• **TASK**
Set down exactly the lines running from the line with "for _, pt := range" to the end of the listing below, both ends included.

• **SUPPLIED DATA**
++++
package matano_test

import (
	"fmt"
	"math"

	"github.com/fickfit/fickfit/fit/matano"
	"github.com/fickfit/fickfit/profile"
)

// A couple annealed 100 h whose profile follows the constant-D erf solution
// (D = 4e-14 m²/s): the analysis returns that D across the range.
func ExampleAnalyze() {
	const D, t = 4e-14, 100 * 3600.0
	p := &profile.Profile{ID: "Ni-Cu", Time: t}
	for i := 0; i <= 40; i++ {
		x := -60e-6 + 120e-6*float64(i)/40
		p.Depth = append(p.Depth, x)
		p.Value = append(p.Value, 2+14*(1+math.Erf(x/(2*math.Sqrt(D*t)))))
	}
	r, err := matano.Analyze(p, 0, matano.Options{Concentrations: []float64{9, 16, 23}, Resamples: -1})
	if err != nil {
		fmt.Println(err)
		return
	}
	fmt.Printf("%s, Matano plane at %.1f µm\n", r.Method, math.Abs(*r.MatanoPlane*1e6))
	for _, pt := range r.Points {
		fmt.Printf("C = %g: D = %.3g m²/s\n", pt.C, pt.D)
	}
	// Output:
	// boltzmann-matano, Matano plane at 0.0 µm
	// C = 9: D = 4e-14 m²/s
	// C = 16: D = 4e-14 m²/s
	// C = 23: D = 4e-14 m²/s
}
++++
• **EXERCISE SOLUTION**
	for _, pt := range r.Points {
		fmt.Printf("C = %g: D = %.3g m²/s\n", pt.C, pt.D)
	}
	// Output:
	// boltzmann-matano, Matano plane at 0.0 µm
	// C = 9: D = 4e-14 m²/s
	// C = 16: D = 4e-14 m²/s
	// C = 23: D = 4e-14 m²/s
}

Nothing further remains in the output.